2007-02-25 Thread Luke Paireepinart
Christopher Arndt wrote:
> Given a sequence, how can I group it pairwise, so that I get
>
> [(s0, s1), (s2, s3), ... , (sn-1, sn)]
>
> or, if len(s)%2 != 0
>
> [(s0, s1), (s2, s3), ... , (sn, None)]
>
>
> I have tried to find a solution, using itertools, but I'm not very
> experienced in functional stuff, so I got confused. 
Do you mean you're not experienced in using functions or do you mean 
you're inexperienced at functional programming?

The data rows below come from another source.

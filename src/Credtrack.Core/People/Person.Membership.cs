namespace Credtrack.Core.People;

public sealed partial class Person
{
    private const string LastOne = "The last coordinator stays: make somebody else one first, who has chosen a password.";

    public string? WhyNotJoin(Programme programme, MembershipTerms terms) =>
          terms.Faults().Select(f => f.Why).FirstOrDefault()
        ?? (Of(programme, terms.Kind).Any(m => m.Meets(terms.FirstDay, terms.LastDay)) ? $"{Name} is already a {terms.Kind} of {programme.Name}."
        : Of(programme, terms.Kind).Any(m => m.FirstDay == terms.FirstDay) ? $"{Name} began as a {terms.Kind} of {programme.Name} on {terms.FirstDay:O} before; begin on another day."
        : null);

    /// <summary>For whoever sets a programme up. Who is in it already admits others.</summary>
    public void Join(Person by, Programme programme, MembershipTerms terms, DateTime at)
    {
        RuleBroken.If(WhyNotJoin(programme, terms));
        memberships.Add(new Membership(this, programme, terms, at));
        Record(new MembershipBegan(by, at, Name, terms.Kind, programme.Name, Spoken(terms)));
    }

    public void Join(Person by, Programme programme, MembershipKind kind, DateTime at, string? yearGroup = null) =>
        Join(by, programme, new MembershipTerms(kind, DateOnly.FromDateTime(at), YearGroup: yearGroup), at);

    public string? WhyNotAdmit(Person by, Site site, Programme programme, MembershipKind kind) =>
        programme.WhyNotStaff(by, kind, site) ?? (by.Id == Id ? "Nobody changes their own memberships." : null);

    public void Admit(Person by, Site site, Programme programme, MembershipTerms terms, DateTime at)
    {
        RuleBroken.If(WhyNotAdmit(by, site, programme, terms.Kind));
        Join(by, programme, terms, at);
    }

    /// <param name="coordinators">who coordinates the programme today, with no last day, and can sign in</param>
    public string? WhyNotChange(Person by, Site site, Membership membership, MembershipTerms terms, IEnumerable<Person> coordinators, DateOnly today) =>
          WhyNotAdmit(by, site, membership.Programme, membership.Kind)
        ?? terms.Faults().Select(f => f.Why).FirstOrDefault()
        ?? (Of(membership.Programme, membership.Kind).Any(m => m != membership && m.Meets(terms.FirstDay, terms.LastDay)) ? $"{Name} is already a {membership.Kind} of {membership.Programme.Name} on some of these days."
        : Ends(membership, terms, today) && coordinators.All(c => c.Id == Id) ? LastOne
        : null);

    public void Change(Person by, Site site, Membership membership, MembershipTerms terms, IReadOnlyCollection<Person> coordinators, DateOnly today, DateTime at)
    {
        RuleBroken.If(WhyNotChange(by, site, membership, terms, coordinators, today));
        (string Name, string Was, string Is)[] said =
        [
            ("year group", membership.YearGroup ?? "none", terms.YearGroup ?? "none"), ("first day", $"{membership.FirstDay:O}", $"{terms.FirstDay:O}"),
            ("last day", Spoken(membership.LastDay), Spoken(terms.LastDay)),
        ];
        if (Ends(membership, terms, today)) membership.Programme.LetGo(by, this, terms.LastDay ?? today, at);
        membership.Take(terms);
        var what = string.Join("; ", said.Where(s => s.Was != s.Is).Select(s => $"{s.Name} from {s.Was} to {s.Is}"));
        if (what.Length > 0) Record(new MembershipChanged(by, at, Name, membership.Kind, membership.Programme.Name, what));
    }

    public string? WhyNotEnd(Person by, Site site, Membership membership, IEnumerable<Person> coordinators, DateOnly today) =>
          WhyNotAdmit(by, site, membership.Programme, membership.Kind)
        ?? (membership.LastDay < today ? "This membership is over."
        : membership is { Kind: MembershipKind.Coordinator, LastDay: null } && coordinators.All(c => c.Id == Id) ? LastOne
        : null);

    /// <summary>At once: the last day is yesterday, also of a membership that began today and so covers no day at all; the fact says the moment.</summary>
    public void End(Person by, Site site, Membership membership, IReadOnlyCollection<Person> coordinators, DateOnly today, DateTime at)
    {
        RuleBroken.If(WhyNotEnd(by, site, membership, coordinators, today));
        if (membership is { Kind: MembershipKind.Coordinator, LastDay: null }) membership.Programme.LetGo(by, this, today.AddDays(-1), at);
        membership.EndAfter(today.AddDays(-1));
        Record(new MembershipEnded(by, at, Name, membership.Kind, membership.Programme.Name));
    }

    public string? WhyNotLeave(Programme programme, MembershipKind kind) =>
        Open(programme, kind) is null ? $"{Name} is no {kind} of {programme.Name}." : null;

    public void Leave(Person by, Programme programme, MembershipKind kind, DateOnly lastDay, DateTime at)
    {
        RuleBroken.If(WhyNotLeave(programme, kind));
        Open(programme, kind)!.EndAfter(lastDay);
        Record(new MembershipEnds(by, at, Name, kind, programme.Name, lastDay));
    }

    public string? WhyNotBeAway(Programme programme, DateOnly first, DateOnly last) =>
          Of(programme, MembershipKind.Trainee).LastOrDefault() is not { } membership ? $"{Name} is no Trainee of {programme.Name}."
        : first > last ? "A leave ends on or after the day on which it begins."
        : !membership.Meets(first, last) ? "These days lie outside the membership."
        : membership.Leaves.Any(l => l.TakenBackAt is null && l.FirstDay <= last && first <= l.LastDay) ? $"{Name} is already away on some of these days."
        : null;

    public void BeAway(Person by, Programme programme, DateOnly first, DateOnly last, DateTime at)
    {
        RuleBroken.If(WhyNotBeAway(programme, first, last));
        var membership = Of(programme, MembershipKind.Trainee).Last();
        membership.Add(new Leave(membership, first, last, at));
        Record(new LeaveGranted(by, at, Name, programme.Name, first, last));
    }

    /// <summary>As BeAway, for whoever edits the programme's people.</summary>
    public void NoteLeave(Person by, Site site, Programme programme, DateOnly first, DateOnly last, DateTime at)
    {
        RuleBroken.If(WhyNotAdmit(by, site, programme, MembershipKind.Trainee));
        BeAway(by, programme, first, last, at);
    }

    public string? WhyNotTakeBack(Person by, Site site, Leave leave) =>
          WhyNotAdmit(by, site, memberships.Single(m => m.Id == leave.MembershipId).Programme, MembershipKind.Trainee)
        ?? (leave.TakenBackAt is null ? null : "This leave is taken back already.");

    public void TakeBack(Person by, Site site, Leave leave, DateTime at)
    {
        RuleBroken.If(WhyNotTakeBack(by, site, leave));
        leave.TakeBack(at);
        Record(new LeaveTakenBack(by, at, Name, leave.FirstDay, leave.LastDay));
    }

    private IEnumerable<Membership> Of(Programme programme, MembershipKind kind) => memberships.Where(m => m.Kind == kind && m.ProgrammeId == programme.Id).OrderBy(m => m.FirstDay);

    private Membership? Open(Programme programme, MembershipKind kind) => Of(programme, kind).SingleOrDefault(m => m.LastDay is null);

    private static bool Ends(Membership membership, MembershipTerms terms, DateOnly today) =>
        membership is { Kind: MembershipKind.Coordinator, LastDay: null } && (terms.LastDay is not null || (membership.FirstDay <= today && terms.FirstDay > today));

    private static string Spoken(DateOnly? lastDay) => lastDay is { } day ? $"{day:O}" : "none";

    private static string Spoken(MembershipTerms terms) =>
        $"from {terms.FirstDay:O}{(terms.LastDay is { } last ? $" to {last:O}" : "")}{(terms.YearGroup is null ? "" : $", {terms.YearGroup}")}{(terms.StandsInFor is { } absent ? $", standing in for {absent.Name}" : "")}";
}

(If you are not completely sure you know what functional programming is, 
that's probably not what you're doing)
I  don't know very much about FP, so I can't tell if this is some common 
idiom in that style or not.
> There is a recipe
> ("pairwise") in the itertools docs, that does something similar but not
> quite what I want.
>   
Well, this is fairly simple to do with list comprehensions...
 >>> x = [1,2,3,4,5,6,7]
 >>> if len(x) % 2 != 0: x.append(None)

 >>> [(x[a],x[a+1]) for a in range(0,len(x),2)]
[(1, 2), (3, 4), (5, 6), (7, None)]

Dunno if that's what you're after,
also note it modifies the list by adding a None at the end.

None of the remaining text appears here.